A data também já serviu para mostrar o espírito de solidariedade do carioca. Em 1993, enquanto milhares se aglomeravam na Quinta da Boa Vista, 112 meninos de rua participavam de um café da manhã promovido pela maratonista Maria Mendes Monteiro, em parceria com comerciantes da Rua Siqueira Campos, em Copacabana. O evento acontecia menos de três meses após a Chacina da Candelária, ocorrida em 23 de julho, quando policiais mataram oito moradores de rua, entre eles seis crianças, que dormiam em frente à Igreja da Candelária, no Centro do Rio.

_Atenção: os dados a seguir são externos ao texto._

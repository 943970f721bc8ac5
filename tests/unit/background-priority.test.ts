import { execFileSync } from 'node:child_process';
import { readdirSync, readFileSync } from 'node:fs';
import path from 'node:path';
import { describe, expect, test } from 'vitest';
import { parseSpreadsheet } from '@/lib/imports/parse-spreadsheet';

// Background work yields the CPU to page requests through nice values (setpriority(2): on Linux a
// nice value belongs to each thread). These read the values back from /proc, so they run on Linux only.
const linux = process.platform === 'linux';

/** Nice value of each thread of this process (field 19 of /proc/self/task/<tid>/stat). */
function threadNiceness(): number[] {
  return readdirSync('/proc/self/task').flatMap((tid) => {
    try {
      return [Number(readFileSync(`/proc/self/task/${tid}/stat`, 'utf8').split(') ')[1]!.split(' ')[16])];
    } catch {
      return [];
    }
  });
}

describe.runIf(linux)('background priority', () => {
  test('runInBackground sets every thread of the process, and threads started later inherit it', () => {
    const script = `
      import { readdirSync, readFileSync } from 'node:fs';
      import { Worker } from 'node:worker_threads';
      const loaded = await import('./lib/jobs/background-priority.ts');
      const { runInBackground } = loaded.default ?? loaded;
      const nices = () => readdirSync('/proc/self/task').map((tid) => Number(readFileSync('/proc/self/task/' + tid + '/stat', 'utf8').split(') ')[1].split(' ')[16]));
      const set = runInBackground(7);
      const worker = new Worker('setTimeout(() => {}, 300)', { eval: true });
      worker.on('online', () => { console.log(JSON.stringify({ set, nices: nices() })); worker.terminate(); });
    `;
    const output = execFileSync(process.execPath, ['--import', 'tsx', '--input-type=module', '-e', script], {
      cwd: path.resolve(__dirname, '../..'),
      encoding: 'utf8',
    });
    const { set, nices } = JSON.parse(output) as {
      set: { niceness: number; idle: boolean };
      nices: number[];
    };
    expect(set).toEqual({ niceness: 7, idle: false });
    expect(nices.length).toBeGreaterThan(2);
    expect(new Set(nices)).toEqual(new Set([7]));
  });

  test('with idle, every thread goes into SCHED_IDLE, and threads started later inherit it', () => {
    const script = `
      import { readdirSync } from 'node:fs';
      import { Worker } from 'node:worker_threads';
      const loaded = await import('./lib/jobs/background-priority.ts');
      const { runInBackground, schedulingPolicy } = loaded.default ?? loaded;
      const policies = () => readdirSync('/proc/self/task').map((tid) => schedulingPolicy(process.pid, Number(tid)));
      const before = policies();
      const set = runInBackground(19, { idle: true });
      const worker = new Worker('setTimeout(() => {}, 300)', { eval: true });
      worker.on('online', () => { console.log(JSON.stringify({ set, before, after: policies() })); worker.terminate(); });
    `;
    const output = execFileSync(process.execPath, ['--import', 'tsx', '--input-type=module', '-e', script], {
      cwd: path.resolve(__dirname, '../..'),
      encoding: 'utf8',
    });
    const { set, before, after } = JSON.parse(output) as {
      set: { niceness: number; idle: boolean };
      before: string[];
      after: string[];
    };
    expect(set).toEqual({ niceness: 19, idle: true });
    expect(new Set(before)).toEqual(new Set(['normal']));
    expect(after.length).toBeGreaterThan(before.length); // the worker thread and its helpers
    expect(new Set(after)).toEqual(new Set(['idle']));
  });

  test('a file is read in a thread at nice 10 while the thread that asked stays as it was', async () => {
    const bytes = readFileSync(
      path.resolve(__dirname, '../../seeders/data/demo-plates/nav-384-plate-02.xlsx'),
    );
    const seen = new Set<number>();
    const watch = setInterval(() => threadNiceness().forEach((n) => seen.add(n)), 1);
    const result = await parseSpreadsheet(bytes, 'nav-384-plate-02.xlsx');
    clearInterval(watch);
    expect(result.ok).toBe(true);
    expect(seen.has(10)).toBe(true);
    expect(Number(readFileSync('/proc/thread-self/stat', 'utf8').split(') ')[1]!.split(' ')[16])).toBe(0);
  });

  test('an out-of-range nice value for the parse thread is refused', async () => {
    await expect(parseSpreadsheet(new Uint8Array([1, 2, 3]), 'a.csv', { niceness: 20 })).rejects.toThrow(
      RangeError,
    );
  });
});
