import { describe, expect, test } from 'vitest';
import { contentSecurityPolicy, newNonce } from '@/lib/security/content-security-policy';

describe('Gatewell content security policy', () => {
  test('nonces are 16 random bytes in base64 and differ between requests', () => {
    const nonces = new Set(Array.from({ length: 200 }, newNonce));
    expect(nonces.size).toBe(200);
    for (const nonce of nonces) expect(Buffer.from(nonce, 'base64')).toHaveLength(16);
  });

  test('scripts and style tags need the nonce; nothing is framed, posted or based elsewhere', () => {
    const directives = Object.fromEntries(
      contentSecurityPolicy('abc123==')
        .split('; ')
        .map((d) => [d.split(' ')[0], d.slice(d.indexOf(' ') + 1)]),
    );
    expect(directives).toEqual({
      'default-src': "'self'",
      'script-src': "'self' 'nonce-abc123==' 'strict-dynamic'",
      'style-src': "'self' 'nonce-abc123=='",
      'style-src-elem': "'self' 'nonce-abc123=='",
      'style-src-attr': "'unsafe-inline'",
      'img-src': "'self' data: blob:",
      'font-src': "'self'",
      'connect-src': "'self'",
      'object-src': "'none'",
      'base-uri': "'self'",
      'form-action': "'self'",
      'frame-ancestors': "'none'",
    });
  });
});
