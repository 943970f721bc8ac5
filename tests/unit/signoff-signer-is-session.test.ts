import { readdirSync, readFileSync, statSync } from 'node:fs';
import { join } from 'node:path';
import { describe, expect, test } from 'vitest';

// A signature is always the signed-in person's own: no route handler or server action of the app names
// a signer. The sign-off service takes the acting user only, and the one action that calls it passes
// the actor validatedAction gives it (the session's user); tests/integration/signoff-duties-rounds.test.ts
// shows that a request naming another signer still signs as the actor.

describe('the signer is the session’s user', () => {
  test('every caller of the sign-off service in the app passes the session’s actor, never a named signer', () => {
    const files: string[] = [];
    const walk = (dir: string) => {
      for (const name of readdirSync(dir)) {
        const path = join(dir, name);
        if (statSync(path).isDirectory()) walk(path);
        else if (/\.(ts|tsx)$/.test(name)) files.push(path);
      }
    };
    walk('app');
    const callers = files.filter((f) => /\b(signPlateStep|signRecord)\(/.test(readFileSync(f, 'utf8')));
    expect(callers).toEqual([join('app', '(app)', 'plates', '[plateId]', 'signoff', 'actions.ts')]);
    const source = readFileSync(callers[0]!, 'utf8');
    // The action is wrapped by validatedAction, which hands it the signed-in actor, and passes that actor on.
    expect(source).toMatch(/validatedAction\(\s*signoffRequestSchema[\s\S]*async \(input, actor\) =>/);
    expect([...source.matchAll(/signPlateStep\(([^,]+),/g)].map((m) => m[1]!.trim())).toEqual(['actor']);
    expect(source).not.toMatch(/signRecord/);

    // In lib/, the signature itself is written only by the sign-off service, for the actor it was given.
    files.length = 0;
    walk('lib');
    const signers = files.filter((f) => /\bsignRecord\(/.test(readFileSync(f, 'utf8')));
    expect(signers.sort()).toEqual([
      join('lib', 'auth', 'signature.ts'),
      join('lib', 'signoff', 'service.ts'),
    ]);
    const service = readFileSync(join('lib', 'signoff', 'service.ts'), 'utf8');
    expect([...service.matchAll(/signRecord\(\s*([^,]+),/g)].map((m) => m[1]!.trim())).toEqual(['actor']);
    expect(service).toMatch(/export async function signPlateStep\(\s*actor: Actor,/);
  });
});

Em outros países, a comemoração do Dia da Criança pode ter um fim declaradamente comercial, como na Argentina, em que é celebrado no terceiro domingo de agosto e surgiu a partir dos interesses da Câmara da Indústria do Brinquedo, ou para chamar a atenção para os cuidados com os jovens, como fez a Organização das Nações Unidas (ONU), que adotou o dia 20 de novembro como o Dia Universal da Criança. Foi nesta data, em 1959, que a Convenção sobre os Direitos das Crianças foi aprovada em assembleia geral e, no ano seguinte, oficializada como lei internacional. O documento é semelhante à Declaração Universal dos Direitos Humanos, mas adaptado às necessidades dos pequenos, prevendo direitos à alimentação, moradia, assistência médica, educação, lazer e prioridade no socorro em casos de catástrofes, por exemplo.